Ora vorrei concludere su due questioni su cui stiamo articolando la progettualità in Italia. In primo luogo abbiamo deciso di uscire fuori dalle università, perché la crisi che stiamo vivendo, coinvolge veramente tutti e crediamo che in questo contesto sia quanto mai urgente mettere in connessione diverse soggettività e provare a intrecciare le differenze. Per questo abbiamo dato vita ad una rete, «Uniti contro la Crisi», che coinvolge gli studenti, i centri sociali, le esperienze che lavorano per il diritto all’abitare, così come quelle che fanno battaglia per i diritti dei migranti e, infine, con un pezzo del sindacato degli operai metalmeccanici, la FIOM. Come ho accennato già prima, è chiaro che, è la stessa forma sindacato che è in crisi e che rischia, in alcuni casi, di non riuscire più a dare rispondenza alle aspettative, ai desideri e alle esigenze di una composizione sociale articolata e complessa. Ma, rispetto a quello che sta avvenendo almeno da noi, accade anche che, in un contesto in cui vengono intaccati anche i diritti fondamentali – ad esempio la possibilità, sul terreno del lavoro, di contrattare collettivamente rispetto al salario o al licenziamento – il sindacato diventi disponibile ad un cambiamento e a delle aperture. Contro la crisi occorre tentare nuovi esperimenti e soprattutto ricercare un comune tra studenti, migranti e operai che esca fuori dalla logica della mera solidarietà. Un comune che si basi su alleanze forti in grado di dare una risposta determinata -alimentata da un’altra idea di società – all’attacco generale che stiamo subendo.

Infine, vorrei concludere sulla necessità di rilanciare e proseguire in grande una stagione di lotte a livello globale. Soprattutto guardando a quello che sta succedendo nel Mediterraneo. Non possiamo non cogliere la grande sfida che abbiamo davanti. Di fronte a un’esplosione di conflitti continua – che procedono secondo un effetto domino – non possiamo non valorizzare la possibilità concreta di una sempre maggiore generalizzazione delle lotte e del conflitto. E questo a partire dalla costruzione di alleanze forti tra di noi, dalla messa in rete sempre più potente delle nostre esperienze, dei nostri discorsi, delle nostre pratiche, dei nostri obiettivi.

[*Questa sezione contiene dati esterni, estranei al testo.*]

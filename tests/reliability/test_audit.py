"""Corrections and audit (issue 9, item 4): every load is kept with its provenance, a superseded
result stays retrievable, and ``levelfield status`` / ``export results`` say where each number
came from. (The site footer's provenance is checked in test_security.py with the site.)"""

from __future__ import annotations

import hashlib
import json

from conftest import long_csv

UNIT = [
    [2022, "QV", "federal", "1", "Harbour", "Maren Olvas", "1,200"],
    [2022, "QV", "federal", "1", "Upland", "Tobin Resk", 1000],
    [2022, "QV", "federal", "2", "Harbour", "Ilse Varro", 700],
    [2022, "QV", "federal", "2", "Upland", "Piet Amsel", 900],
]
OTHER = [[2022, "NR", "federal", "AL", "Harbour", "Oda Fenn", 5000], [2022, "NR", "federal", "AL", "Upland", "Lio Marsk", 4000]]


def versions():
    v1 = [r + ["unofficial"] for r in UNIT + OTHER]
    v2 = [r + ["unofficial"] for r in UNIT]
    v2[2][6] = 1100  # district 2 flips from Upland to Harbour
    v3 = [r[:] for r in v2]
    for r in v3:
        r[7] = "certified"
    v3[0][6] = "1,250"
    return v1, v2, v3


def test_every_load_is_kept_and_every_superseded_result_stays_retrievable(lf):
    v1, v2, v3 = versions()
    paths = [lf.write(f"v{i}.csv", long_csv(rows, ("status",))) for i, rows in enumerate((v1, v2, v3), 1)]
    outputs = [lf("load", p, "--source", f"returns office, release {i} 'final'; -- \"quoted\"").stdout
               for i, p in enumerate(paths, 1)]
    assert "district 2: winner b -> a" in outputs[1]
    assert "votes of party a: 1,900 -> 2,300 (+400)" in outputs[1]
    assert "status: unofficial -> certified" in outputs[2]

    # the loads table: one row per load, with what came in and what it replaced
    loads = lf.rows("SELECT id, file_name, sha256, bytes, source, rows_read, rows_accepted, rows_rejected, "
                    "units_new, units_corrected, outcome, supersedes, report FROM loads ORDER BY id")
    assert [r[0] for r in loads] == [1, 2, 3]
    for (lid, name, sha, size, source, read, accepted, rejected, new, corrected, outcome, supersedes, report), path, i in \
            zip(loads, paths, (1, 2, 3)):
        data = path.read_bytes()
        assert (name, sha, size) == (path.name, hashlib.sha256(data).hexdigest(), len(data))
        assert source == f"returns office, release {i} 'final'; -- \"quoted\""
        assert (read, accepted, rejected, outcome) == (data.count(b"\n") - 1, data.count(b"\n") - 1, 0, "loaded")
        assert json.loads(report)["load_id"] == lid
    assert [(r[8], r[9], r[11]) for r in loads] == [(2, 0, None), (0, 1, "[1]"), (0, 1, "[2]")]

    # the unit's history: three deliveries, one current, each pointing at the one it replaced
    history = lf.rows("SELECT unit_id, load_id, file_name, certification, supersedes, superseded_by, standing "
                      "FROM unit_history WHERE state = 'QV' ORDER BY unit_id")
    ids = [h[0] for h in history]
    assert [(h[1], h[2], h[3], h[6]) for h in history] == [
        (1, "v1.csv", "unofficial", "superseded"), (2, "v2.csv", "unofficial", "superseded"),
        (3, "v3.csv", "certified", "current")]
    assert [h[4] for h in history] == [None, ids[0], ids[1]]
    assert [h[5] for h in history] == [ids[1], ids[2], None]

    # superseded votes are all still there, exactly as delivered
    def delivered(unit_id):
        return sorted(lf.rows("SELECT c.district, v.party, v.candidate, v.votes FROM votes v JOIN contests c "
                              "ON c.id = v.contest_id WHERE c.unit_id = ?", [unit_id]))

    for unit_id, rows in zip(ids, (v1[:4], v2, v3)):
        assert delivered(unit_id) == sorted((r[3], r[4], r[5], int(str(r[6]).replace(",", ""))) for r in rows)

    # the current view shows only the latest delivery, each line with the load it came from
    current = lf.rows("SELECT state, district, candidate, votes, status, load_id FROM district_results ORDER BY 1, 2, 3")
    assert [r for r in current if r[0] == "QV"] == sorted(
        ("QV", r[3], r[5], int(str(r[6]).replace(",", "")), "certified", 3) for r in v3)
    assert [r[5] for r in current if r[0] == "NR"] == [1, 1]  # untouched by the QV corrections
    exported = lf.export_rows()
    assert {(r["state"], r["load_id"]) for r in exported} == {("QV", "3"), ("NR", "1")}

    # re-delivering old bytes changes nothing and says so
    before = lf.dump()
    assert "already loaded" in lf("load", paths[0]).stdout
    assert lf.dump() == before

    # status names every load: number, outcome, file, checksum, rows, new and corrected units
    status = lf("status").stdout
    for (lid, name, sha, *_), new, corrected in zip(loads, (2, 0, 0), (0, 1, 1)):
        assert f"#{lid} " in status
        line = next(s for s in status.splitlines() if s.strip().startswith(f"#{lid} "))
        assert f"loaded: {name} (sha256 {sha[:12]}" in line
        assert f"{new} new / {corrected} corrected units" in line
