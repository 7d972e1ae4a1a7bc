"""Reliability tests: markers, the long profile switch and workspace fixtures.

``LEVELFIELD_FUZZ=long`` (what ``make fuzz`` sets) multiplies every fuzzing budget and runs the
tests marked ``slow`` (the 1,000,000-row load, cold-start crash trials); the normal run skips them.
"""

from __future__ import annotations

import os
from pathlib import Path

import pytest

from conftest import CONFIG
from monitor.workspace import Workspace

LONG = os.environ.get("LEVELFIELD_FUZZ", "").strip().lower() == "long"


def pytest_configure(config):
    config.addinivalue_line(
        "markers", "slow: minutes-long reliability runs (1M-row load, cold-start crash trials); "
                   "skipped unless LEVELFIELD_FUZZ=long (make fuzz)")


def pytest_collection_modifyitems(config, items):
    if LONG or "slow" in (config.getoption("markexpr", "") or ""):
        return
    skip = pytest.mark.skip(reason="slow: run by `make fuzz` (LEVELFIELD_FUZZ=long)")
    for item in items:
        if "slow" in item.keywords:
            item.add_marker(skip)


def make_workspace(root: Path, template: bytes, config: str = CONFIG) -> Workspace:
    """A workspace at ``root`` with the invented party config and a copy of ``template`` as its store."""
    ws = Workspace(root)
    root.mkdir(parents=True, exist_ok=True)
    (root / "levelfield.toml").write_text(config, encoding="utf-8")
    ws.ensure()
    for suffix in ("-wal", "-shm"):
        Path(f"{ws.store_path}{suffix}").unlink(missing_ok=True)
    ws.store_path.write_bytes(template)
    return ws


@pytest.fixture
def workspace(tmp_path, migrated_store) -> Workspace:
    """A fresh workspace with a migrated, empty store."""
    return make_workspace(tmp_path / "ws", migrated_store)
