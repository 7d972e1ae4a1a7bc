"""Large files (issue 9, item 5): a 1,000,000-row file loads within a stated peak-memory bound.

The load runs as ``python -m monitor load`` in a child process; its peak resident set size is the
kernel's ``ru_maxrss``, read with ``resource.getrusage`` by a small parent process (see
``makers.run_peak_rss``). The normal run loads 200,000
rows; ``make fuzz`` adds the 1,000,000-row file (marked ``slow``: about a minute here).

The bounds asserted (measured values in RELIABILITY.md): 200,000 rows under 700 MB,
1,000,000 rows under 2 GB.
"""

from __future__ import annotations

import csv
import os
import sys
import time

import pytest

from conftest import ENV_VAR

from reliability.makers import Shape, open_plain, run_peak_rss, write_results

CASES = {
    "200k": (Shape(cycles=tuple(range(2004, 2024, 2)), states=50, districts=134), 700),
    "1M": (Shape(cycles=tuple(range(1974, 2024, 2)), states=50, chambers=("federal", "state_lower"), districts=134),
           2048),
}


@pytest.mark.parametrize("case", [
    pytest.param("200k"),
    pytest.param("1M", marks=pytest.mark.slow),
])
def test_a_large_file_loads_within_the_memory_bound(workspace, tmp_path, case):
    shape, bound_mb = CASES[case]
    path = tmp_path / f"{case}.csv"
    counts = write_results(path, shape, seed=11)
    assert shape.rows >= (1_000_000 if case == "1M" else 200_000)
    with open(path, newline="", encoding="utf-8") as fh:
        total = sum(int(row["votes"]) for row in csv.DictReader(fh))

    env = {k: v for k, v in os.environ.items() if k != ENV_VAR}
    started = time.perf_counter()
    code, peak_mb = run_peak_rss([sys.executable, "-m", "monitor", "-w", str(workspace.root), "load", str(path)],
                                 tmp_path / "out.txt", env)
    seconds = time.perf_counter() - started
    output = (tmp_path / "out.txt").read_text(encoding="utf-8")
    print(f"\n{case}: {shape.rows:,} rows ({path.stat().st_size / 2**20:.0f} MiB, {shape.units} units) loaded in "
          f"{seconds:.1f} s, peak RSS {peak_mb:.0f} MB (bound {bound_mb} MB)")
    assert code == 0, output
    assert f"rows read {shape.rows}, accepted {shape.rows}, rejected 0" in output

    conn = open_plain(workspace.store_path)
    try:
        assert conn.execute("SELECT COUNT(*), SUM(votes) FROM district_results").fetchone() == (shape.rows, total)
        assert conn.execute("SELECT COUNT(*) FROM units").fetchone() == (len(counts),)
    finally:
        conn.close()
    assert peak_mb < bound_mb
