// adoptRanking takes a finished ranking unless a newer one was started.
// A ranking of the passing parts only is shown at once when nothing on
// screen needs a failing part (see passingSuffice); the job for every
// part is started either way and its ranking replaces it.
func (m *Model) adoptRanking(r rankedMsg) tea.Cmd {
	if r.gen != m.rank.gen {
		return nil // stale: an edit came after this job started
	}
	var next tea.Cmd
	if r.rest != nil {
		next = m.rank.job.rest(r)
		if !m.passingSuffice(r.results) {
			return next
		}
	}
	m.rank.running = false
	m.rank.results, m.rank.resPlan, m.rank.warnings = r.results, r.plan, r.warnings
	m.rank.parts = len(m.cat.Parts)
	m.rank.nPass = 0
	for i := range m.rank.results {
		if m.rank.results[i].Pass {
			m.rank.nPass++
		}
	}
	m.applyNarrowing()
	if m.exploring() {
		m.expl.refresh(&m.rank, m.cat.Parts)
	}
	if m.mode == modeEntry {
		m.checkEntry()
	}
	return next
}

// exploring reports whether explorer mode is open, on screen or under the
// help overlay it was opened from.
func (m *Model) exploring() bool {
	return m.mode == modeExplore || m.mode == modeHelp && m.helpFrom == modeExplore
}

// passingSuffice reports whether a ranking of the passing parts alone
// draws the same screen as one of every part: failing parts are hidden,
// no shortlist, explorer or entry form (which places a failing part among
// every part) is shown, and the selected and marked parts
// are all among the passing (else the list would explain a vanished
// selection or export a shortlist without its failing parts).
func (m *Model) passingSuffice(passing []filter.Result) bool {
	if m.narrow.failing || m.narrow.shortlist || m.exploring() || m.mode == modeEntry {
		return false
	}
	sel, marked := m.list.selID == "", 0
	for i := range passing {
		id := passing[i].Part.ID
		if id == m.list.selID {
			sel = true
		}
		if m.marks.has(id) {
			marked++
		}
	}
	return sel && marked == m.marks.len()
}

// setCatalog installs a (re)loaded catalog and the values the quick
// filters cycle through.
func (m *Model) setCatalog(c *catalog.Catalog) {
	if c == nil {
		c = &catalog.Catalog{}
	}
	cs := catalogState{Catalog: c, search: make(map[*catalog.Part]string, len(c.Parts)),
		eval: filter.NewIncremental(c.Parts, filter.Options{Strict: m.cfg.Strict})}
	cs.techs, cs.pkgs = catalogValues(c.Parts)
	cs.idW, cs.idMax = idWidths(c.Parts)
	for _, p := range c.Parts {
		cs.search[p] = searchText(p)
	}
	m.cat = cs
	m.narrow.keepValid(m.cat.techs, m.cat.pkgs)
}

// setAsideBanner is the status line's count of what the catalog load set
// aside for problems ("1 set aside", "2 set aside, 1 file not read"), or
// "" when nothing was.
func setAsideBanner(c *catalog.Catalog) string {
	if c == nil || len(c.SetAside) == 0 {
		return ""
	}
	var out []string
	if n := c.PartsSetAside(); n > 0 {
		out = append(out, fmt.Sprintf("%d set aside", n))
	}
	if n := c.FilesSetAside(); n > 0 {
		out = append(out, plural(n, "file")+" not read")
	}
	if len(out) == 0 {
		out = append(out, plural(len(c.SetAside), "catalog problem"))
	}
	return strings.Join(out, ", ")
}

// setMessage puts a message on the status line.
func (m *Model) setMessage(format string, a ...any) {
	m.message, m.msgErr = safe.Text(fmt.Sprintf(format, a...)), false
}

// setError puts an error on the status line.
func (m *Model) setError(err error) { m.message, m.msgErr = safe.Text(err.Error()), true }

// firstProblem returns the first of a catalog.Problems (the status line
// has room for one), its file shown by base name to leave room for what is
// wrong, or err itself.
func firstProblem(err error) error {
	var ps catalog.Problems
	if errors.As(err, &ps) && len(ps) > 0 {
		p := ps[0]
		p.Pos.File = filepath.Base(p.Pos.File)
		if len(ps) > 1 {
			return fmt.Errorf("%w (and %d more)", p, len(ps)-1)
		}
		return p
	}
	return err
}
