@app.command()
@guarded(err_console)
def check(
    config: Annotated[Path, typer.Argument(help="Run configuration (TOML).")],
    as_json: Annotated[bool, typer.Option("--json",
                                          help="Print every parameter as JSON instead of the summary.")] = False,
) -> None:
    """Validate a configuration and show the parameters and columns it gives, without simulating."""
    from pqflow.calibration.assemble import assemble_calibration
    from pqflow.config.loader import load_config
    _register_part_kinds()
    from pqflow.jobs.steps import plan_run, written_columns

    try:
        cfg = load_config(config)
        plan = plan_run(cfg)
        cal = assemble_calibration(cfg)
        columns = written_columns(cal, plan)
    except PqflowError as exc:
        _fail(exc)
    import json

    from pqflow.storage.calibration_file import calibration_record

    record = calibration_record(cal.to_json(), "the calibration")
    if as_json:  # only the JSON on standard output, so it can be piped into a parser
        sys.stdout.write(json.dumps(record.parameters, indent=2) + "\n")
        return
    else:
        _print_fit(record)
        drivers = cal.driver_correlation.names
        console.print(Text(f"drivers ({len(drivers)}): {', '.join(drivers)}"), highlight=False)
        if cfg.parts:
            from pqflow.models.parts import describe_part

            for name, section in cfg.parts.items():
                console.print(Text(f"part {name}: {describe_part(name, section)}"), highlight=False)
        if cal.credit is not None:
            corr = "correlated with each other" if cal.credit.correlation is not None else "independent"
            console.print(
                Text(f"credit drivers: {', '.join('credit_' + r for r in cal.credit.names)} ({corr}; independent of "
                     f"the "
                     f"drivers above), Euler substeps of at most 1/{cal.credit_substeps_per_year} year"),
                highlight=False,
            )
        for measure in ("real_world", "market_consistent"):
            times, batches = plan.times_for(measure), plan.batches_for(measure)
            console.print(
                f"{measure}: {sum(b.size for b in batches):,} scenarios in {len(batches)} parts, "
                f"{times.size - 1} steps to {times[-1]:g} years",
                highlight=False,
            )
        console.print(Text(f"columns ({len(columns) + 1}, with the density): {', '.join(columns)}"), highlight=False)
        for b in plan.density_blocks:
            console.print(f"density block {b.name}: drivers {', '.join(b.drivers)} "
                          f"(q_density_{b.name} / p_density_{b.name})", highlight=False, markup=False)
        console.print("(pqflow check --json prints every parameter)", style="dim")
    console.print(Text(f"{config}: valid", style="green"))


@app.command()
@guarded(err_console)
def calibrate(
    config: Annotated[Path, typer.Argument(help="Run configuration (TOML) naming the market-data files.")],
    out: Annotated[Path, typer.Option("--out", help="calibration.json to write.")],
    overwrite: Annotated[bool, typer.Option("--overwrite", help="Replace an existing file.")] = False,
) -> None:
    """Fit the one shared calibration and write it with its fit report, without simulating.

    Curve (Smith-Wilson), Hull-White to swaptions, index volatilities, inflation and credit
    curves, correlations, market prices of risk.
    """
    from pqflow.calibration.assemble import assemble_calibration
    from pqflow.config.loader import load_config
    _register_part_kinds()
    from pqflow.storage.calibration_file import calibration_record, write_calibration_file

    if out.exists() and not overwrite:
        _fail(PqflowError(f"{out} exists; pass --overwrite to replace it"))
    try:
        cal = assemble_calibration(load_config(config))
    except PqflowError as exc:
        _fail(exc)
    payload = cal.to_json()
    write_calibration_file(out, payload)
    _print_fit(calibration_record(payload, out))
    console.print(Text(f"calibration written to {out}", style="green"))
    _caution()
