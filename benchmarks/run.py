"""`make bench`: speed and memory of pqflow, measured side by side in one run. Not part of `make test`.

Sections (each prints a table; all figures go to benchmarks/results/latest.json):

1. core     simulation core vs QuantLib's path generator (same two-factor model: Hull-White
            rates and a correlated equity index, same monthly grid, one core), and vs the floor
            of drawing the same standard normals with numpy. "Simulation core" means states
            (x, int x, ln S) + density weights + deflator (which needs the cash account); the
            cost with every output column (10 bonds, equity, short rate) is reported beside it.
2. parquet  writing one part: pqflow's writer vs plain ``pyarrow.parquet.write_table`` on the same
            table, and the encodings that were compared to choose the writer's settings.
3. quarter  a standard quarter through the flow's tasks with validation: real world 10,000 x 50
            years monthly, market consistent 10,000 x 60 years annual, bonds at 10 maturities, one
            equity index; threads, then Dask (local cluster of 2 worker processes). Wall time,
            peak memory of the whole process tree, cores busy while simulating.
4. scaling  real-world set only (library loop, no Prefect), 50 years monthly, 1,000 / 10,000 /
            100,000 scenarios, one subprocess per size: peak RSS and time, log-log exponent of
            time against scenarios x steps.
6. cli      the standard quarter of section 3 end to end through the command line (``pqflow run``,
            every check, the report, Prefect's temporary server), threads then Dask, beside the
            floor measured in the same run: the work no implementation can skip, on one core (draw
            every standard normal the quarter's paths consume, write the parts' tables with plain
            ``pyarrow.parquet.write_table`` defaults, read each part once). Ratio = wall / floor.
5. heston   the cost per path-step of an equity index with Heston variance (the non-Gaussian
            part, its scheme and density, correlated with rates) beside the same index with a
            deterministic volatility (the Gaussian economy): real-world batch, 2,000 paths.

Proprio per questo crediamo che l’inizio, o un ulteriore step decisivo di questo percorso comune, possa essere quello di un meeting euro-mediterraneo che vorremmo ospitare a Roma all’Università La Sapienza all’inizio di maggio. Ospitare tutte quelle esperienze di lotta europee e mediterranee, tutte quelle componenti che hanno contribuito a dare vita alla possibilità di un movimento globale può essere l’occasione per un confronto vero e per la costruzione di un nuovo spazio comune.

Dieci anni fa a Genova il movimento no-global aveva praticato fino in fondo una rottura, intuendo una serie di scenari e alludendo ad una nuova possibilità. Ora, anche se con una novità e secondo dei discorsi e delle pratiche del tutto irriducibili a quell’esperienza, quella possibilità si sta attuando.